The binary addition operator returns the sum of its operands. If
either operand is of type T, the argument is
interpreted as the real part, with an imaginary part of T(
) or 0.
| operator- function template |
Performs negation or subtraction
|
template<typename T>
complex<T> operator-(const complex<T>&);
template<typename T>
complex<T> operator-(const complex<T>&, const complex<T>&);
template<typename T>
complex<T> operator-(const complex<T>&, const T&);
template<typename T>
complex<T> operator-(const T&, const complex<T>&);
|
|
The unary negation operator returns -z.
The binary subtraction operator returns the difference of its
operands. If either operand is of type T, the
argument is interpreted as the real part, with an imaginary part of
T( ) or 0.
| operator* function template |
Performs multiplication
|
template<typename T>
complex<T> operator*(const complex<T>&, const complex<T>&);
template<typename T>
complex<T> operator*(const complex<T>&, const T&);
template<typename T>
complex<T> operator*(const T&, const complex<T>&);
|
|
The binary * operator performs complex
multiplication. If either operand is of type T,
the argument is interpreted as the real part, with an imaginary part
of T( ) or 0.
| operator/ function template |
Performs division
|
template<typename T>
complex<T> operator/(const complex<T>&, const complex<T>&);
template<typename T>
complex<T> operator/(const complex<T>&, const T&);
template<typename T>
complex<T> operator/(const T&, const complex<T>&);
|
|
The binary / operator performs complex division.
If either operand is of type T, the argument is
interpreted as the real part, with an imaginary part of T(
) or 0. Division by zero results in
undefined behavior.
| operator== function template |
Checks equality
|
template<typename T>
bool operator==(const complex<T>&, const complex<T>&);
template<typename T>
bool operator==(const complex<T>&, const T&);
template<typename T>
bool operator==(const T&, const complex<T>&);
|
|
The == operator returns true if
the real and imaginary parts of both values are equal. If either
operand is of type T, the argument is interpreted
as the real part, with an imaginary part of T( )
or 0.
| operator!= function template |
Checks inequality
|
template<typename T>
bool operator!=(const complex<T>&, const complex<T>&);
template<typename T>
bool operator!=(const complex<T>&, const T&);
template<typename T>
bool operator!=(const T&, const complex<T>&);
|
|
The != operator returns true if
the real or imaginary parts are not equal.
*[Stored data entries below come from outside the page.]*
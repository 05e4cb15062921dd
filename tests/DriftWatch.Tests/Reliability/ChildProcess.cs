using System.Diagnostics;

namespace DriftWatch.Tests.Reliability;

/// <summary>A program of this repository (the demo, the CLI) run as a real child process, its output read line by line.</summary>
internal sealed class ChildProcess : IDisposable
{
    // Generous: only a hang should ever reach it.
    public static readonly TimeSpan HangLimit = TimeSpan.FromMinutes(3);

    private readonly Process _process;
    private readonly List<string> _lines = [];
    private readonly System.Text.StringBuilder _error = new();
    private readonly SemaphoreSlim _lineArrived = new(0);

    private ChildProcess(Process process)
    {
        _process = process;
        Started = Stopwatch.StartNew();
    }

    /// <summary>The demo's assembly, built beside the test assembly (the test project references the demo).</summary>
    public static string DemoDll => Path.Combine(AppContext.BaseDirectory, "DriftWatch.Demo.dll");

    /// <summary>The CLI's assembly, built beside the test assembly.</summary>
    public static string CliDll => Path.Combine(AppContext.BaseDirectory, "driftwatch.dll");

    /// <summary>Time since the process was started.</summary>
    public Stopwatch Started { get; }

    public int Id => _process.Id;

    /// <summary>Standard output so far, one entry per line.</summary>
    public IReadOnlyList<string> Lines
    {
        get
        {
            lock (_lines)
                return [.. _lines];
        }
    }

    public string Error
    {
        get
        {
            lock (_error)
                return _error.ToString();
        }
    }

    public bool HasExited => _process.HasExited;

    /// <summary>Starts <c>dotnet ASSEMBLY args…</c> with the dotnet host that runs the tests.</summary>
    public static ChildProcess Start(string assembly, params string[] args)
    {
        var start = new ProcessStartInfo(DotnetHost())
        {
            RedirectStandardOutput = true,
            RedirectStandardError = true,
            UseShellExecute = false,
            WorkingDirectory = Path.GetTempPath(),
        };
        // No debugger or diagnostics endpoints: the runtime makes two pipes and a socket in /tmp per process and removes
        // them at exit, so every SIGKILL of the kill suite left three files behind (hundreds per run).
        start.Environment["DOTNET_EnableDiagnostics"] = "0";
        start.ArgumentList.Add(assembly);
        foreach (string arg in args)
            start.ArgumentList.Add(arg);
        var process = new Process { StartInfo = start };
        var child = new ChildProcess(process);
        process.OutputDataReceived += (_, e) =>
        {
            if (e.Data is null)
                return;
            lock (child._lines)
                child._lines.Add(e.Data);
            child._lineArrived.Release();
        };
        process.ErrorDataReceived += (_, e) =>
        {
            if (e.Data is null)
                return;
            lock (child._error)
                child._error.AppendLine(e.Data);
        };
        process.Start();
        process.BeginOutputReadLine();
        process.BeginErrorReadLine();
        return child;
    }

    /// <summary>Waits until <paramref name="count"/> printed lines match; false when the process ended first.</summary>
    public bool WaitForLine(Func<string, bool> match, int count = 1)
    {
        var limit = Stopwatch.StartNew();
        while (true)
        {
            if (Lines.Count(match) >= count)
                return true;
            if (_process.HasExited)
            {
                _process.WaitForExit(); // drain the output
                return Lines.Count(match) >= count;
            }
            if (limit.Elapsed > HangLimit)
                throw new TimeoutException($"process {Id} printed no matching line within {HangLimit}; it hangs");
            _lineArrived.Wait(TimeSpan.FromMilliseconds(50));
        }
    }

    /// <summary>Sends SIGKILL (no handler runs, nothing is flushed) and waits until the process is gone and its output drained.</summary>
    public void Kill()
    {
        try
        {
            _process.Kill(entireProcessTree: false);
        }
        catch (InvalidOperationException)
        {
            // It had already exited.
        }
        _process.WaitForExit();
    }

    /// <summary>Waits for the process to end on its own and returns its exit code.</summary>
    public int WaitForExit()
    {
        if (!_process.WaitForExit(HangLimit))
        {
            Kill();
            throw new TimeoutException($"process {Id} did not finish within {HangLimit}; it hangs");
        }
        _process.WaitForExit();
        return _process.ExitCode;
    }

    public void Dispose()
    {
        if (!_process.HasExited)
            Kill();
        _process.Dispose();
        _lineArrived.Dispose();
    }

    // `dotnet test` names its own host in DOTNET_HOST_PATH; the same host runs the children.
    internal static string DotnetHost()
    {
        string? host = Environment.GetEnvironmentVariable("DOTNET_HOST_PATH");
        if (!string.IsNullOrEmpty(host) && File.Exists(host))
            return host;
        string? current = Environment.ProcessPath;
        return current is not null && Path.GetFileNameWithoutExtension(current) == "dotnet" ? current : "dotnet";
    }
}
If either operand is of
type T, the parameter is interpreted as the real
part, with an imaginary part of T( ) or
0.
| operator<< function template |
Writes a complex number
|
template<typename T, typename charT, typename traits>
basic_ostream<charT, traits>& operator<<(basic_ostream<charT, traits>&,
const complex<T>& z);
|
|
The << operator prints z
to the output stream in the form (x, y), in which
x is the real part, and y is
the imaginary part. Example 13-6 shows how
z is formatted. If you want more control over the
formatting, you must print the value yourself.
Example
Example 13-6. Formatting a complex number
template<class T, class charT, class traits>
std::basic_ostream<charT, traits>&
operator<<(std::basic_ostream<charT, traits>& o,
const std::complex<T>& x)
{
std::basic_ostringstream<charT, traits> s;
s.flags(o.flags( ));
s.imbue(o.getloc( ));
s.precision(o.precision( ));
s << "(" << x.real( ) << "," << x.imag( ) << ")";
return o << s.str( );
}
| operator>> function template |
Reads a complex number
|
template<typename T, typename charT, typename traits>
basic_istream<charT, traits>& operator>>(basic_istream<charT, traits>&,
complex<T>& z);
|
|
The >> operator reads a complex number from
an input stream into z. The input format can be
any of the following:
- x
-
The value x is the real part, and T(
) or 0 is the imaginary part.
- (x)
-
The value x is the real part, and T(
) or 0 is the imaginary part.
- (x, y)
-
The value x is the real part, and
y is the imaginary part.
| polar function template |
Converts to polar coordinates
|
template<typename T>
complex<T> polar(const T& r, const T& theta)
|
|
The polar function returns a complex object that
represents the value given in polar coordinates, in which
r is the magnitude and theta is
the angle (in radians). The resulting value has the following real
and imaginary parts:
real = r * cos(theta)
imag = r * sin(theta)
See Also
abs function template, arg
function template
| pow function template |
Computes power
|
template<class T>
complex<T> pow(const complex<T>& x, int y);
template<class T>
complex<T> pow(const complex<T>& x, const T& y);
template<class T>
complex<T> pow(const complex<T>& x, const complex<T>& y);
template<class T>
complex<T> pow(const T& x, const complex<T>& y);
|
|
The pow function returns the complex power
xy. If x and
y are both 0, the result is
implementation-defined; otherwise, the result is
exp(y *
log(x)). The branch cuts are along the negative
real axis.
See Also
exp function template, log
function template, pow function in
<cmath>
| real function template |
Returns real part
|
template<typename T> T real(const complex<T>& z)
|
|
The real function returns the real part of
z, that is, z.real( ).
| sin function template |
Computes sine
|
template<typename T> complex<T> sin(const complex<T>& z)
|
|
The sin function returns the complex sine of
z.
See Also
sin function in <cmath>
| sinh function template |
Computes hyperbolic sine
|
template<typename T> complex<T> sinh(const complex<T>& z)
|
|
The sinh function returns the complex hyperbolic
sine of z.
See Also
sinh function in <cmath>
| sqrt function template |
Computes square root
|
template<typename T> complex<T> sqrt(const complex<T>& z)
|
|
The sqrt function returns the complex square root
of z.The branch cuts are along the negative real
axis. The result always has a nonnegative real part.
See Also
sqrt function in <cmath>
| tan function template |
Computes tangent
|
template<typename T> complex<T> tan(const complex<T>& z)
|
|
The tan function returns the complex tangent of
z.
See Also
tan function in <cmath>
| tanh function template |
Computes hyperbolic tangent
|
template<typename T> complex<T> tanh(const complex<T>& z)
|
|
The tanh function returns the complex hyperbolic
tangent of z.
See Also
tanh function in
<cmath>
|